Amy was a year 7 student at a small country high school. I had taught her in year 4 and her mother baby-sat for me. One day as I arrived to collect my daughter from Amy’s mother’s place, Amy asked me a surprising question. She had an English assignment that required her to do an oral presentation on a religion. She asked if I would mind if she did hers on Sahaja Yoga, as she had learnt a little bit about it back in Year 4 when she asked me about Shri Mataji’s photograph on my desk at school. I agreed to her request on two conditions. The first was that she did not present it as a religion but as the truth of all the great religions, and the second was that she allowed me to read it before she presented it. She agreed to both these requests and I loaned her some books on Sahaja Yoga.

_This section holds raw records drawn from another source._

/* bench_hodge.c - the Hodge routes of src/engines/hodge/hodge.h side by side: every
 * int_{Mbar_{g,1}} psi_1^a lambda_j lambda_k with 0 <= j <= k <= g and a = 3g-2-j-k >= 0, for
 * g = 1..G, by the Faber-Pandharipande operator (FP), by Mumford's formula with the pushforward
 * reduction (GRR), and as int_{g,1} computes them (AUTO: the closed form for lambda_g lambda_{g-1},
 * the operator for the rest), and by the generating polynomial of hodge_pair.c (PAIR: fresh tables
 * per integral, as AUTO; ratio PAIR/AUTO); one child process per genus and route, each with fresh tables.
 * Then the closed form of lambda_g lambda_{g-1} psi_1^{g-1} and of lambda_{g-1}^3 alone for
 * g = 2..50 (no table: one call each).
 *
 * Usage:  bench_hodge [G [BUDGET_S [GMIN [ROUTES]]]]   (defaults 12, 120 seconds per child, 1,
 *         all routes): genera GMIN..G; ROUTES is a word of the letters g (GRR), f (FP), a (AUTO)
 *         and p (PAIR), e.g. "fa" for the two that int_{g,1} uses
 * Columns: g, integrals, route, wall s, CPU s, peak MiB, memo states, checksum of the values
 * (equal results, equal sums), the slowest single integral (CPU s) and its (j, k); then the CPU
 * ratio GRR/FP.  FP and GRR keep their tables from one integral to the next (the slowest is the
 * extra cost in that order); AUTO computes each integral with fresh tables, as int_{g,1} in a new
 * process does, and its states column is the most one integral needed.  A route stopped by
 * the budget is not run for larger genera.
 */
#include <stdio.h>
#include <stdlib.h>
#include <string.h>

#include <flint/fmpq.h>
#include <flint/fmpq_vec.h>

#include "hodge/hodge.h"
#include "bench_util.h"

typedef struct {
    slong g;
    int route;
} bh_case;

/* Number of integrals of genus g (pairs j <= k with j + k <= 3g-2). */
static slong bh_count(slong g)
{
    slong c = 0;
    for (slong j = 0; j <= g; j++)
        for (slong k = j; k <= g; k++)
            c += j + k <= 3 * g - 2;
    return c;
}

#define BH_AUTO 2
#define BH_PAIR 3
static const char *bh_route_name[4] = {"GRR", "FP", "AUTO", "PAIR"};

/* The slowest integral of a run: CPU seconds and its lambda indices. */
typedef struct {
    double cpu;
    slong j, k;
    slong states;                   /* AUTO: the most memo states of one integral */
} bh_slowest;

/* One integral by the route; BH_AUTO as int_{g,1} does (closed form, else the operator). */
static int bh_integral(fmpq_t v, hodge_ctx *H, int route, slong g, slong a, const slong *lm)
{
    if (route == BH_PAIR) {
        slong j = 0, k = 0;
        for (slong t = 1; t <= g; t++)
            for (slong c = 0; c < lm[t]; c++)
                *(j == 0 ? &j : &k) = t;
        return hodge_pair_integral(v, H, g, &a, 1, j, k);
    }
    if (route == BH_AUTO && hodge_closed_kind(g, &a, 1, NULL, 0, lm, g, NULL, 0) != HODGE_CLOSED_NONE)
        return hodge_closed_integral(v, g, &a, 1, NULL, 0, lm, g, NULL, 0);
    return hodge_integral_lambda(v, H, route == BH_AUTO ? HODGE_ROUTE_FP : route, g, &a, 1, NULL, 0, lm, g, NULL,
                                 0, 0);
}

/* All integrals of genus g by the route into v (in the order of bh_count), timing each; 0 on success. */
static int bh_compute(fmpq *v, hodge_ctx *H, slong g, int route, bh_slowest *slow)
{
    slong i = 0, lm[64];
    int st = WK_OK;
    slow->cpu = -1.0;
    for (slong j = 0; j <= g && st == WK_OK; j++)
        for (slong k = j; k <= g && st == WK_OK; k++) {
            slong a = 3 * g - 2 - j - k;
            if (a < 0)
                continue;
            for (slong t = 0; t <= g; t++)
                lm[t] = 0;
            lm[j] += j > 0, lm[k] += k > 0;
            double c0 = bench_cpu_used();
            if (route >= BH_AUTO) {         /* fresh tables: one integral as a new process runs it */
                wk_table *T = wk_table_new();
                hodge_ctx *H1 = hodge_new(T);
                int memo = route == BH_PAIR ? HODGE_MEMO_PAIR : HODGE_ROUTE_FP;
                st = bh_integral(v + i++, H1, route, g, a, lm);
                if (hodge_entries(H1, memo) > slow->states)
                    slow->states = hodge_entries(H1, memo);
                hodge_free(H1);
                wk_table_free(T);
            } else {
                st = bh_integral(v + i++, H, route, g, a, lm);
            }
            double c = bench_cpu_used() - c0;
            if (c > slow->cpu)
                slow->cpu = c, slow->j = j, slow->k = k;
        }
    return st != WK_OK;
}

/* Child body: one timed run; prints its row and writes its usage line to out. */
static int bh_run(void *arg, FILE *out)
{
    const bh_case *c = arg;
    slong n = bh_count(c->g);
    fmpq *v = _fmpq_vec_init(n);
    wk_table *T = wk_table_new();
    hodge_ctx *H = hodge_new(T);
    bench_timer t;
    bench_usage u;
    bh_slowest slow = {0.0, 0, 0, 0};
    bench_timer_start(&t);
    int st = bh_compute(v, H, c->g, c->route, &slow);
    u.wall = bench_timer_wall(&t);
    u.cpu = bench_timer_cpu(&t);
    u.mib = bench_peak_mib();
    printf("%3ld %5ld %-4s %9.3f %9.3f %8.1f %9ld %20lu %9.3f (%ld,%ld)%s\n", (long) c->g, (long) n,
           bh_route_name[c->route], u.wall, u.cpu, u.mib,
           (long) (c->route >= BH_AUTO ? slow.states : hodge_entries(H, c->route)), bench_checksum_fmpq(v, n),
           slow.cpu, (long) slow.j, (long) slow.k, st ? " (error)" : "");
    fflush(stdout);
    bench_usage_write(out, &u);
    hodge_free(H);
    wk_table_free(T);
    _fmpq_vec_clear(v, n);
    return st;
}

/* Runs one case in a child under the budget; *cpu gets its CPU seconds.  0 if it finished. */
static int bh_child(slong g, int route, unsigned budget, double *cpu)
{
    bh_case c = {g, route};
    bench_child_result ch = bench_child_run(bh_run, &c, budget);
    bench_usage u = {0.0, 0.0, 0.0};
    int ok = bench_child_ok(&ch);
    *cpu = bench_usage_read(&u, ch.text) != NULL ? u.cpu : 0.0;
    if (ch.signaled)
        printf("%3ld %5ld %-4s stopped after %u s\n", (long) g, (long) bh_count(g), bh_route_name[route], budget);
    bench_child_clear(&ch);
    return !ok;
}

/* The closed forms alone for g = 2..gmax: CPU seconds of each call, the values' checksum. */
static void bh_closed(slong gmax)
{
    fmpq *v = _fmpq_vec_init(2 * gmax + 2);
    double worst = 0.0, total = 0.0;
    slong worst_g = 0;
    for (slong g = 2; g <= gmax; g++) {
        slong a = g - 1;
        double c0 = bench_cpu_used();
        hodge_closed_top_pair(v + 2 * g, g, &a, 1);
        hodge_closed_lambda_cubed(v + 2 * g + 1, g);
        double c = bench_cpu_used() - c0;
        total += c;
        if (c > worst)
            worst = c, worst_g = g;
    }
    printf("closed forms, lambda_g lambda_{g-1} psi_1^{g-1} and lambda_{g-1}^3, g = 2..%ld: CPU %.4f s in all, "
           "slowest genus %ld (%.4f s), checksum %lu\n",
           (long) gmax, total, (long) worst_g, worst, bench_checksum_fmpq(v, 2 * gmax + 2));
    _fmpq_vec_clear(v, 2 * gmax + 2);
}

/* live[r] = 1 for the routes named by the letters of arg (g, f, a, p), else 0; 0 on a bad letter. */
static int bh_routes(int *live, const char *arg)
{
    const char *letters = "gfap";
    for (int r = 0; r < 4; r++)
        live[r] = 0;
    for (const char *c = arg; *c; c++) {
        const char *at = strchr(letters, *c);
        if (at == NULL)
            return 0;
        live[at - letters] = 1;
    }
    return *arg != 0;
}

int main(int argc, char **argv)
{
    slong G = 12, budget = 120, gmin = 1;
    int live[4] = {1, 1, 1, 1};
    if (argc > 5 || (argc > 1 && !bench_arg_slong(&G, argv[1], 1, 40))
        || (argc > 2 && !bench_arg_slong(&budget, argv[2], 1, 86400))
        || (argc > 3 && !bench_arg_slong(&gmin, argv[3], 1, G)) || (argc > 4 && !bh_routes(live, argv[4]))) {
        fprintf(stderr, "usage: %s [G [BUDGET_S [GMIN [ROUTES]]]]   (1 <= GMIN <= G <= 40; ROUTES: letters of "
                        "g (GRR), f (FP), a (AUTO), p (PAIR), default all)\n", argv[0]);
        return 2;
    }
    printf("  g count route     wall       CPU  peakMiB    states             checksum   slowest (j,k)\n");
    for (slong g = gmin; g <= G && (live[0] || live[1] || live[2] || live[3]); g++) {
        double cpu[4] = {0.0, 0.0, 0.0, 0.0};
        for (int r = BH_PAIR; r >= HODGE_ROUTE_GRR; r--)
            if (live[r] && bh_child(g, r, (unsigned) budget, cpu + r) != 0)
                live[r] = 0;
        if (live[0] && live[1])
            printf("        GRR/FP CPU ratio %.2f\n", bench_ratio(cpu[HODGE_ROUTE_GRR], cpu[HODGE_ROUTE_FP]));
        if (live[BH_AUTO] && live[BH_PAIR])
            printf("        PAIR/AUTO CPU ratio %.2f (fresh tables per integral in both)\n",
                   bench_ratio(cpu[BH_PAIR], cpu[BH_AUTO]));
    }
    bh_closed(50);
    return 0;
}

She gave me her work and I was impressed, but I was even more so when she said that she wished she had her self-realisation so that she could speak from experience. I told her that this was possible right then and there if her mother, Cheryl, allowed it. She did, and Amy and I moved into her room with a photograph of Shri Mataji and a candle. Amy got her realisation and strongly felt the cool breeze above the top of her head. We meditated together and the candle flame popped and grew in size as it cleared the negativity. Amy had kept her eyes open staring at Shri Mataji’s photograph through the flame. When we had finished meditating she asked my why the flame had behaved the way it did. I explained that we use the elements to clear our chakras, and that the flame was burning off negativity to clear the chakras.
As we went back into the living room, Amy asked another startling question.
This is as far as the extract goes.